Can you post the link to their sale fragrance oils? I can't seem to find them

TIA

chris


----------



## honor435 (Mar 22, 2009)

chlobue said:
			
		

> Can you post the link to their sale fragrance oils? I can't seem to find them
> 
> TIA
> 
> chris


www.rusticescentuals.com
 then click on frag oils, then on clearance rack


----------



## chlobue (Mar 22, 2009)

Thanks!!

chris


----------



## Stepherz (Mar 25, 2009)

Hmmm, that link didn't work for me...


----------



## Tabitha (Mar 25, 2009)

The link should work now.


----------



## Tabitha (Mar 25, 2009)

Wow, they have a lot of great scents on clearnce. Now would be a great time to stock up.


----------



## pepperi27 (Mar 26, 2009)

I just ordered from them love their fragrances.
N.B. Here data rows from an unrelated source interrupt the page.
import { describe, expect, it } from 'vitest';
import type { SweepAxis } from '../../../../shared/run.ts';
import { buildBlock, buildDocument, buildLayer } from './stackFixtures.ts';
import { axisGrid, axisProblems, fitsFilm, previewGrid, previewPoints, sweepableKinds } from './sweepAxis.ts';

const angle = { kind: 'angle', from: 0, to: 89, points: 90, spacing: 'linear' } as const;
const thickness = { kind: 'thickness', layerId: 'pt', from: 1, to: 100, points: 3, spacing: 'log' } as const;

describe('axisGrid', () => {
  it('has its ends exactly and equal steps or ratios between', () => {
    expect(axisGrid(angle, 90)[60]).toBeCloseTo(60, 12);
    expect(axisGrid(angle, 90).at(-1)).toBe(89);
    expect(axisGrid(thickness, 3)[1]).toBeCloseTo(10, 12);
    expect(axisGrid({ ...angle, from: 80, to: 10 }, 3)).toEqual([80, 45, 10]);
    expect(axisGrid(angle, 1)).toEqual([0]);
  });
});

describe('axisProblems', () => {
  it('names the field and says what is wrong', () => {
    expect(axisProblems(angle)).toEqual({});
    expect(axisProblems({ ...angle, to: 0 })).toEqual({ to: 'must differ from the start' });
    expect(axisProblems({ ...thickness, from: 0 })).toEqual({ from: 'must be > 0 with log spacing' });
    expect(Object.keys(axisProblems({ ...angle, points: 0 }))).toEqual(['points']);
  });
});

describe('previewPoints', () => {
  it('is what is asked for, up to 200', () => {
    expect(previewPoints(angle, buildDocument())).toBe(90);
    expect(previewPoints({ ...angle, points: 1_000_000 }, buildDocument())).toBe(200);
  });

  it('shrinks for a thickness of a film of thousands of layers, whose copies would be a slow request', () => {
    const layers = Array.from({ length: 2000 }, (_, index) => buildLayer({ id: `layer ${index}` }));
    const axis: SweepAxis = { ...thickness, points: 200 };
    const points = previewPoints(axis, buildDocument({ layers }));
    expect(points).toBeGreaterThanOrEqual(2);
    expect(points).toBeLessThan(10);
    expect(previewPoints({ ...angle, points: 200 }, buildDocument({ layers }))).toBe(200);
  });
});

describe('a previewed map', () => {
  const square = { axis: { ...angle, points: 1000 }, second: { ...thickness, points: 1000 }, family: null };

  it('has at most 40 by 40 points, and fewer where each is an average of many', () => {
    expect(previewGrid(square, buildDocument())).toEqual({ axis: 40, second: 40 });
    const spread = { shape: 'normal', bandwidthNm: 5, divergenceDeg: 1 } as const;
    const { axis, second } = previewGrid(square, buildDocument({ spread }));
    // 20,000 points a request, three states, 7 x 7 nodes.
    expect(axis * second).toBeLessThanOrEqual(20_000 / 3 / 49);
  });
});

describe('what an axis names', () => {
  it('is kept while it is in the film', () => {
    const film = buildDocument({ layers: [buildLayer({ id: 'a' }), buildBlock([buildLayer({ id: 'b' })])] });
    const repeat = {
      kind: 'repeat',
      blockId: 'block',
      from: 1,
      to: 5,
      points: 5,
      spacing: 'linear',
    } as const;
    expect(fitsFilm(repeat, film)).toBe(true);
    expect(fitsFilm({ ...repeat, blockId: 'a' }, film)).toBe(false);
    expect(fitsFilm({ ...thickness, kind: 'graded', layerId: 'substrate' }, film)).toBe(true);
    expect(fitsFilm({ ...thickness, layerId: 'gone' }, film)).toBe(false);
    expect(sweepableKinds(film)).toEqual(['wavelength', 'angle', 'thickness', 'repeat', 'graded']);
  });

  it('has whole repeats in a preview of fewer points', () => {
    const repeat = {
      kind: 'repeat',
      blockId: 'block',
      from: 1,
      to: 10,
      points: 10,
      spacing: 'linear',
    } as const;
    expect(axisGrid(repeat, 4)).toEqual([1, 4, 7, 10]);
    expect(axisGrid(repeat, 5).every(Number.isInteger)).toBe(true);
  });
});
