import { Link } from 'react-router-dom';
import { paths } from '../../../lib/paths.ts';

/** Says that angles were turned into Q, and by what: physics of the conventions page, "From Kerr angles to Q". */
export function KerrFormula() {
  return (
    <div className="max-w-prose rounded-control bg-accent-soft px-3 py-2 text-note">
      <p>
        <strong className="font-semibold">Converted, not measured as Q:</strong> rotation and ellipticity
        became Q together with N by the exact formula of a thick sample at normal incidence, κ = i (ρ(Q) −
        ρ(−Q)) / (ρ(Q) + ρ(−Q)) with ρ(Q) = (N₀ − N√(1+Q)) / (N₀ + N√(1+Q)). A film thinner than light
        penetrates, or one under a cap, does not obey it.{' '}
        <Link to={`${paths.conventions}#kerr-tables`} className="prose-link">
          From Kerr angles to Q
        </Link>
      </p>
    </div>
  );
}
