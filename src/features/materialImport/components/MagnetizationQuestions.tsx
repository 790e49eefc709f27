import type { SignHabits } from '../../../../shared/materialImport.ts';
import { AxesDrawing } from './AxesDrawing.tsx';
import { HabitQuestion } from './HabitQuestion.tsx';
import { IronKnown } from './IronKnown.tsx';
import { MagnetizationDrawing } from './MagnetizationDrawing.tsx';

type Props = {
  answers: Partial<SignHabits>;
  onAnswer: (answer: Partial<SignHabits>) => void;
};

/** For Kerr angles, which are seen from outside the film. */
export function FilmMagnetization({ answers, onAnswer }: Props) {
  return (
    <HabitQuestion
      question="Where does the positive magnetization of the source point?"
      why="Kerr angles are odd in the magnetization: the other direction is the other sign."
      answer={answers.magnetization}
      onAnswer={(magnetization) => onAnswer({ magnetization })}
      choices={[
        {
          value: 'into the film',
          label: 'into the film',
          says: 'along the light that arrives',
          drawing: <MagnetizationDrawing points="into the film" />,
        },
        {
          value: 'out of the film',
          label: 'out of the film',
          says: 'toward the light source',
          drawing: <MagnetizationDrawing points="out of the film" />,
        },
      ]}
      help={
        <>
          <p>
            Measured tables often say &ldquo;field toward the light source&rdquo; or &ldquo;parallel to the
            incident light&rdquo;. The direction of a positive field is that of +m, once the sample is
            saturated.
          </p>
          <IronKnown />
        </>
      }
    />
  );
}

/** For Q and tensor elements, which belong to the axes of their tensor. */
export function TensorMagnetization({ answers, onAnswer }: Props) {
  return (
    <HabitQuestion
      question="Along which way of its z axis does the source magnetize the medium?"
      why="What counts is +m against the z axis of the tensor (x, y, z right-handed), not whether that z points into the film or out of it: a tensor stays the same when z and m turn around together."
      answer={answers.magnetization}
      onAnswer={(magnetization) => onAnswer({ magnetization })}
      choices={[
        {
          value: 'into the film',
          label: 'along +z',
          says: 'Q keeps its sign',
          drawing: <AxesDrawing along="+z" />,
        },
        {
          value: 'out of the film',
          label: 'along −z',
          says: 'Q changes its sign',
          drawing: <AxesDrawing along="-z" />,
        },
      ]}
      help={
        <>
          <p>
            Nearly every paper writes its tensor for m along +z, wherever its z points; &ldquo;along −z&rdquo;
            is for a source that draws z into the sample and magnetizes it along the outward normal, or the
            other way round.
          </p>
          <IronKnown />
        </>
      }
    />
  );
}
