import type { StackDocument } from '../../../../shared/stack.ts';
import { withSpread } from '../model/sampleParts.ts';
import type { EditFilm } from '../model/sampleParts.ts';
import { Row, SampleQuantity } from './SampleQuantity.tsx';

/** What light and film are not sharp in: standard deviations of a stated distribution. */
export function SpreadForm({ document, edit }: { document: StackDocument; edit: EditFilm }) {
  const {
    shape = 'normal',
    thicknessPercent = 0,
    divergenceDeg = 0,
    bandwidthNm = 0,
  } = document.spread ?? {};
  const change = (part: Parameters<typeof withSpread>[1], name: string) =>
    edit((now) => withSpread(now, part), name);
  return (
    <div className="flex flex-col gap-1 border-t border-line pt-2">
      <Row label="Spread, standard deviations">
        <select
          aria-label="Distribution of the spreads"
          value={shape}
          onChange={(event) =>
            change({ shape: event.target.value === 'uniform' ? 'uniform' : 'normal' }, 'spread shape')
          }
          className="h-7 field-sizing-content rounded-box border border-line bg-panel px-1.5 text-ink"
        >
          <option value="normal">normal</option>
          <option value="uniform">uniform</option>
        </select>
      </Row>
      <Row label="Thickness, all layers together">
        <SampleQuantity
          label="spread of the thickness"
          unit="%"
          max={30}
          step={1}
          value={thicknessPercent}
          onChange={(value) => change({ thicknessPercent: value }, 'spread thickness')}
        />
      </Row>
      <Row label="Beam divergence">
        <SampleQuantity
          label="spread of the angle of incidence"
          unit="°"
          max={10}
          value={divergenceDeg}
          onChange={(value) => change({ divergenceDeg: value }, 'spread divergence')}
        />
      </Row>
      <Row label="Bandwidth">
        <SampleQuantity
          label="spread of the wavelength"
          unit="nm"
          max={200}
          step={1}
          value={bandwidthNm}
          onChange={(value) => change({ bandwidthNm: value }, 'spread bandwidth')}
        />
      </Row>
    </div>
  );
}
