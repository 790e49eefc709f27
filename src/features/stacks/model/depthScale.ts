/** Rows lower than this cannot carry their numbers. */
const LEAST_PX = 34;
/** The scale is linear for layers much thinner than this and logarithmic above: 1 nm and 500 nm are both seen. */
const KNEE_NM = 2;

/**
 * Heights of layers on the compressed depth scale: the same monotone function of thickness for every layer of the
 * drawing, so that a thicker layer is never drawn lower. Many layers share the room, few do not fill it by force.
 *
 * @param thicknessesNm of the layers as drawn (a block's layers once)
 * @param roomPx height that the drawing should keep to, where the least heights allow it
 * @returns px, one a layer
 */
export function layerHeights(thicknessesNm: readonly number[], roomPx: number): number[] {
  const compressed = thicknessesNm.map((thickness) => Math.log2(1 + Math.max(0, thickness) / KNEE_NM));
  const total = compressed.reduce((sum, value) => sum + value, 0);
  const spare = roomPx - LEAST_PX * thicknessesNm.length;
  const pxPerUnit = total > 0 ? Math.min(13, Math.max(3, spare / total)) : 0;
  return compressed.map((value) => Math.round(LEAST_PX + pxPerUnit * value));
}

/** A depth as printed beside the drawing: as many digits as the thicknesses have, at most three decimals. */
export function formatDepth(depthNm: number): string {
  if (depthNm >= 1e6) return `${Number((depthNm / 1e6).toPrecision(4))} mm`;
  if (depthNm >= 1e4) return `${Number((depthNm / 1e3).toPrecision(4))} µm`;
  return String(Number(depthNm.toFixed(depthNm < 100 ? 2 : 1)));
}
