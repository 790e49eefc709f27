import { useEffect, useState } from 'react';
import type { PointerEvent } from 'react';
import { fromPixel, zoomWindow } from '../plotScale.ts';
import type { MapLayout, MapWindow } from './mapLayout.ts';

type Point = { px: number; py: number };
type Values = { x: number; y: number };

/** Below this a drag is a click, px. */
const CLICK = 5;

type Target = {
  layout: MapLayout;
  full: MapWindow;
  onWindow: (window: MapWindow) => void;
  onCursor: (values: Values | null) => void;
  onPick: (values: Values) => void;
};

/**
 * What a pointer does on a map: moving reads values, a drag selects a part to zoom to, a click sets the cut, the wheel
 * zooms while the map has the focus or Ctrl is held. A finger reads and sets the cut; it never zooms by accident.
 */
export function useMapPointer(element: HTMLElement | null, target: Target) {
  const { layout, full, onWindow, onCursor, onPick } = target;
  const [drag, setDrag] = useState<{ start: Point; now: Point } | null>(null);
  const { frame } = layout;

  const place = (event: { clientX: number; clientY: number }, within: Element): Point => {
    const { left, top } = within.getBoundingClientRect();
    return {
      px: Math.min(Math.max(event.clientX - left, frame.left), frame.right),
      py: Math.min(Math.max(event.clientY - top, frame.top), frame.bottom),
    };
  };
  const valuesAt = ({ px, py }: Point): Values => ({
    x: fromPixel(layout.x, px),
    y: fromPixel(layout.y, py),
  });

  useEffect(() => {
    if (element === null) return;
    const onWheel = (event: WheelEvent) => {
      if (!event.ctrlKey && !element.contains(document.activeElement)) return;
      event.preventDefault();
      const { left, top } = element.getBoundingClientRect();
      const factor = Math.exp(Math.max(-0.5, Math.min(0.5, event.deltaY / 300)));
      const zoomed = (axis: 'x' | 'y', pixel: number) => {
        const scale = layout[axis];
        return zoomWindow([scale.min, scale.max], full[axis], fromPixel(scale, pixel), factor, scale.log);
      };
      onWindow({ x: zoomed('x', event.clientX - left), y: zoomed('y', event.clientY - top) });
    };
    // React listens to the wheel passively, which cannot keep the page from scrolling.
    element.addEventListener('wheel', onWheel, { passive: false });
    return () => element.removeEventListener('wheel', onWheel);
  }, [element, layout, full, onWindow]);

  const wide = drag && Math.hypot(drag.now.px - drag.start.px, drag.now.py - drag.start.py) >= CLICK;
  return {
    selection: wide ? drag : null,
    handlers: {
      onPointerDown(event: PointerEvent<HTMLElement>) {
        if (event.button !== 0) return;
        const start = place(event, event.currentTarget);
        if (event.pointerType === 'touch') {
          onCursor(valuesAt(start));
          onPick(valuesAt(start));
          return;
        }
        event.currentTarget.setPointerCapture?.(event.pointerId);
        setDrag({ start, now: start });
      },
      onPointerMove(event: PointerEvent<HTMLElement>) {
        const now = place(event, event.currentTarget);
        onCursor(valuesAt(now));
        if (drag) setDrag({ ...drag, now });
      },
      onPointerUp(event: PointerEvent<HTMLElement>) {
        if (drag === null) return;
        setDrag(null);
        const [a, b] = [valuesAt(drag.start), valuesAt(place(event, event.currentTarget))];
        if (!wide) onPick(b);
        else if (a.x !== b.x && a.y !== b.y) {
          onWindow({
            x: [Math.min(a.x, b.x), Math.max(a.x, b.x)],
            y: [Math.min(a.y, b.y), Math.max(a.y, b.y)],
          });
        }
      },
      onPointerCancel: () => setDrag(null),
      onPointerLeave(event: PointerEvent<HTMLElement>) {
        if (drag === null && event.pointerType !== 'touch') onCursor(null);
      },
    },
  };
}
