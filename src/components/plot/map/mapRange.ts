import type { MapData, MapPlace } from './mapTypes.ts';

export type Extreme = MapPlace & { value: number };
export type Extremes = { least: Extreme; most: Extreme };

/** Lowest and highest value with their places; null while there is none. */
export function extremesOf({ x, values }: MapData): Extremes | null {
  let low = -1;
  let high = -1;
  for (let index = 0; index < values.length; index++) {
    const value = values[index]!;
    if (Number.isNaN(value)) continue;
    if (low < 0 || value < values[low]!) low = index;
    if (high < 0 || value > values[high]!) high = index;
  }
  if (low < 0) return null;
  const at = (index: number): Extreme => ({
    ix: index % x.length,
    iy: Math.floor(index / x.length),
    value: values[index]!,
  });
  return { least: at(low), most: at(high) };
}

/** Ends of a colour scale. A quantity of both signs has its zero in the middle, so that the sign is seen. */
export type ColourDomain = { low: number; high: number; signed: boolean };

export function colourDomain(extremes: Extremes | null): ColourDomain {
  if (extremes === null) return { low: 0, high: 1, signed: false };
  const { least, most } = extremes;
  if (least.value < 0 && most.value > 0) {
    const size = Math.max(-least.value, most.value);
    return { low: -size, high: size, signed: true };
  }
  // Differences below this are the rounding of doubles and would be drawn as a picture of noise.
  const flat = most.value - least.value <= 1e-12 * Math.abs(most.value);
  const room = flat ? Math.abs(most.value) * 0.1 || 1 : 0;
  return { low: least.value - room, high: most.value + room, signed: false };
}
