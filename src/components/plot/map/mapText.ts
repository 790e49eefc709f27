import type { PlotAxis } from '../plotTypes.ts';
import type { Extremes } from './mapRange.ts';
import type { MapData, MapPlace } from './mapTypes.ts';

export type MapAxes = { x: PlotAxis; y: PlotAxis; value: PlotAxis };

/** A value as read out, with its unit. */
export function printValue(axis: PlotAxis, value: number): string {
  if (Number.isNaN(value)) return 'no value';
  return (axis.format ?? ((number: number) => String(Number(number.toPrecision(5)))))(value);
}

/** Where a point of the grid lies: `30°, 632.8 nm`. */
export function printPlace(data: MapData, axes: MapAxes, { ix, iy }: MapPlace): string {
  return `${printValue(axes.x, data.x[ix] ?? NaN)}, ${printValue(axes.y, data.y[iy] ?? NaN)}`;
}

/** The map in a sentence: its least and largest value with their places. */
export function describeMap(name: string, data: MapData, axes: MapAxes, extremes: Extremes | null): string {
  if (extremes === null) return `${name}: no values yet.`;
  const { least, most } = extremes;
  return (
    `${name} over ${axes.x.label} and ${axes.y.label}: ` +
    `least ${printValue(axes.value, least.value)} at ${printPlace(data, axes, least)}, ` +
    `largest ${printValue(axes.value, most.value)} at ${printPlace(data, axes, most)}.`
  );
}

/** A table with the second axis down and the first across, an empty field where there is no value. */
export function mapCsv(data: MapData, axes: MapAxes): string {
  const { x, y, values } = data;
  const quote = (text: string) => (/[",\n]/.test(text) ? `"${text.replace(/"/g, '""')}"` : text);
  const rows = [[quote(`${axes.y.label} \\ ${axes.x.label}`), ...Array.from(x, String)].join(',')];
  for (let iy = 0; iy < y.length; iy++) {
    const cells = Array.from(x, (_, ix) => {
      const value = values[iy * x.length + ix]!;
      return Number.isNaN(value) ? '' : String(value);
    });
    rows.push([String(y[iy]), ...cells].join(','));
  }
  return rows.join('\n') + '\n';
}
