/** Where the beam meets the film and how much room it has above it, px. */
export type BeamFrame = { width: number; height: number; x: number; surface: number };
export type Point = { x: number; y: number };

const RADIANS = Math.PI / 180;

/**
 * The incoming ray at its true angle to the normal: it starts where it would leave the frame.
 *
 * @param angleDeg angle of incidence, 0 <= angle < 90
 */
export function incomingRay(angleDeg: number, frame: BeamFrame): { start: Point; end: Point } {
  const [sin, cos] = [Math.sin(angleDeg * RADIANS), Math.cos(angleDeg * RADIANS)];
  const toSide = sin > 0 ? (Math.min(frame.x, frame.width - frame.x) - 6) / sin : Infinity;
  const toTop = cos > 0 ? (frame.surface - 8) / cos : Infinity;
  const length = Math.min(toSide, toTop, 205);
  return {
    start: { x: frame.x - length * sin, y: frame.surface - length * cos },
    end: { x: frame.x, y: frame.surface },
  };
}

/** The reflected ray: the mirror image of the incoming one. */
export function outgoingRay(angleDeg: number, frame: BeamFrame): { start: Point; end: Point } {
  const { start, end } = incomingRay(angleDeg, frame);
  return { start: end, end: { x: 2 * frame.x - start.x, y: start.y } };
}

/**
 * How far apart, to either side, the two rays are drawn near normal incidence, where they would cover each other.
 * They keep their angle.
 *
 * @param share where along the outgoing ray something wide stands
 * @param halfWidth of that, px
 */
export function raysApart(angleDeg: number, frame: BeamFrame, share: number, halfWidth: number): number {
  const { start } = incomingRay(angleDeg, frame);
  return Math.max(3, halfWidth - share * (frame.x - start.x));
}

/** The arc between normal and incoming ray, as an SVG path. */
export function angleArc(angleDeg: number, frame: BeamFrame, radius: number): string {
  const [sin, cos] = [Math.sin(angleDeg * RADIANS), Math.cos(angleDeg * RADIANS)];
  const end = { x: frame.x - radius * sin, y: frame.surface - radius * cos };
  return `M${frame.x} ${frame.surface - radius}A${radius} ${radius} 0 0 0 ${end.x.toFixed(2)} ${end.y.toFixed(2)}`;
}

/** A point on the way from `from` to `to`. */
export function along(from: Point, to: Point, share: number): Point {
  return { x: from.x + (to.x - from.x) * share, y: from.y + (to.y - from.y) * share };
}

/** Largest tilt and narrowest-to-widest ratio that the small ellipse is drawn with. */
const MOST_DRAWN_DEG = 38;

/**
 * By how much the tilt of the outgoing ellipse is exaggerated: a round number that makes the larger of rotation
 * and ellipticity as visible as it can be without turning the ellipse over. 1 where the angles are large as they are.
 */
export function exaggeration(rotationDeg: number, ellipticityDeg: number): number {
  const largest = Math.max(Math.abs(rotationDeg), Math.abs(ellipticityDeg));
  if (largest === 0) return 1;
  const most = MOST_DRAWN_DEG / largest;
  if (most <= 1) return 1;
  // Beyond this the drawing would shout about what no bench can measure.
  const capped = Math.min(most, 10_000);
  const power = 10 ** Math.floor(Math.log10(capped));
  const lead = capped / power;
  return (lead >= 5 ? 5 : lead >= 3 ? 3 : lead >= 2 ? 2 : 1) * power;
}
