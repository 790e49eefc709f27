import type { ReadingName, SweepAxis } from '../../../../shared/run.ts';
import { applyAxis } from '../../../../shared/applyAxis.ts';
import { readingDefinitions, readingOf } from '../../../../shared/readings.ts';
import type { LibrarySolveCase, LibrarySolveRequest, SolveResponse } from '../../../../shared/solve.ts';
import type { Polarization, StackDocument, WorkingPoint } from '../../../../shared/stack.ts';
import { addsIntensities, inMagnetizationState, toSolveCase } from '../../../../shared/stackCase.ts';
import type { MagnetizationState } from '../../../../shared/stackCase.ts';
import { withLayer } from './items.ts';

/** Which magnetization states the readings are made of; `given` is always first. */
export function statesFor(readings: readonly ReadingName[]): MagnetizationState[] {
  const families = new Set(readings.map((name) => readingDefinitions[name].family));
  const states: MagnetizationState[] = ['given'];
  if (families.has('rotation') || families.has('ellipticity')) states.push('zero');
  if (families.has('contrast')) states.push('reversed');
  return states;
}

/** One request for everything the readings strip shows: the film as given, with m = 0 and reversed. */
export function pointRequest(document: StackDocument, point: WorkingPoint): LibrarySolveRequest {
  const given = toSolveCase(document, point.wavelengthNm, point.angleDeg, point.magnetization);
  const cases = (['given', 'zero', 'reversed'] as const).map((state) => inMagnetizationState(given, state));
  if (!addsIntensities(document)) cases[0] = { ...given, outputs: ['ceiling'] };
  return { cases };
}

export type PointReadings = Partial<Record<ReadingName, number | null>>;

/** What the strip shows, and the share of the ceiling. */
const stripNames = [
  'rotationP',
  'ellipticityP',
  'rotationS',
  'ellipticityS',
  'reflectanceP',
  'reflectanceS',
  'crossSp',
  'crossPs',
  'contrastP',
  'contrastS',
  'ceilingShare',
] as const;

/** The answer to `pointRequest`. */
export function readPointResponse(response: SolveResponse): PointReadings {
  const [given, zero, reversed] = response.results.map((result) => result.points[0]);
  if (!given || !zero || !reversed) return {};
  return Object.fromEntries(stripNames.map((name) => [name, readingOf(name, given, zero, reversed)]));
}

export type Sweep = { axis: SweepAxis; grid: readonly number[]; readings: readonly ReadingName[] };

/**
 * One request for a whole sweep. Over wavelength or angle a case holds the grid; a thickness needs a case at each
 * of its values. The states follow each other, each over the whole grid.
 */
export function sweepRequest(
  document: StackDocument,
  point: WorkingPoint,
  sweep: Sweep,
): LibrarySolveRequest {
  const { axis, grid } = sweep;
  return {
    cases: statesFor(sweep.readings).flatMap((state) => casesAlong(axis, grid, state, document, point)),
  };
}

function casesAlong(
  axis: SweepAxis,
  grid: readonly number[],
  state: MagnetizationState,
  document: StackDocument,
  point: WorkingPoint,
): LibrarySolveCase[] {
  const caseOf = (film: StackDocument, wavelengths: number | number[], angles: number | number[]) =>
    inMagnetizationState(toSolveCase(film, wavelengths, angles, point.magnetization), state);
  switch (axis.kind) {
    case 'wavelength':
      return [caseOf(document, [...grid], point.angleDeg)];
    case 'angle':
      return [caseOf(document, point.wavelengthNm, [...grid])];
    case 'thickness':
      return grid.map((thicknessNm) =>
        caseOf(withLayer(document, axis.layerId, { thicknessNm }), point.wavelengthNm, point.angleDeg),
      );
    default:
      return grid.map((value) => {
        const film = applyAxis({ ...document, workingPoint: point }, axis, value);
        return inMagnetizationState(toSolveCase(film, point.wavelengthNm, point.angleDeg), state);
      });
  }
}

export type ReadingColumns = Partial<Record<ReadingName, Float64Array>>;

/** The answer to `sweepRequest` as one column a reading, NaN where there is no value. */
export function readSweepResponse(response: SolveResponse, sweep: Sweep): ReadingColumns {
  const states = statesFor(sweep.readings);
  const points = response.results.flatMap((result) => result.points);
  const count = sweep.grid.length;
  const at = (state: MagnetizationState, index: number) => {
    const position = states.indexOf(state);
    // A state that no reading needs was not asked for; the reading then does not look at it.
    return points[(position < 0 ? 0 : position) * count + index];
  };
  const columns: ReadingColumns = {};
  for (const name of sweep.readings) {
    columns[name] = Float64Array.from({ length: count }, (_, index) => {
      const [given, zero, reversed] = [at('given', index), at('zero', index), at('reversed', index)];
      return (given && zero && reversed ? readingOf(name, given, zero, reversed) : null) ?? NaN;
    });
  }
  return columns;
}

/** Rotation and ellipticity for the input light, deg; null where the reflected beam has no polarization. */
export function kerrAngles(readings: PointReadings | null, input: Polarization) {
  const rotationDeg = readings?.[input === 'p' ? 'rotationP' : 'rotationS'] ?? null;
  const ellipticityDeg = readings?.[input === 'p' ? 'ellipticityP' : 'ellipticityS'] ?? null;
  return rotationDeg === null || ellipticityDeg === null ? null : { rotationDeg, ellipticityDeg };
}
Their dupes are dead on!


----------



## Pug Mom (Mar 26, 2009)

Are all of those soap safe?  I can't tell...  It will say bath/body safe, but they say how nice it is in a candle...


----------



## honor435 (Mar 26, 2009)

Pug Mom said:
			
		

> Are all of those soap safe?  I can't tell...  It will say bath/body safe, but they say how nice it is in a candle...



it says not safe or tested if its not.


----------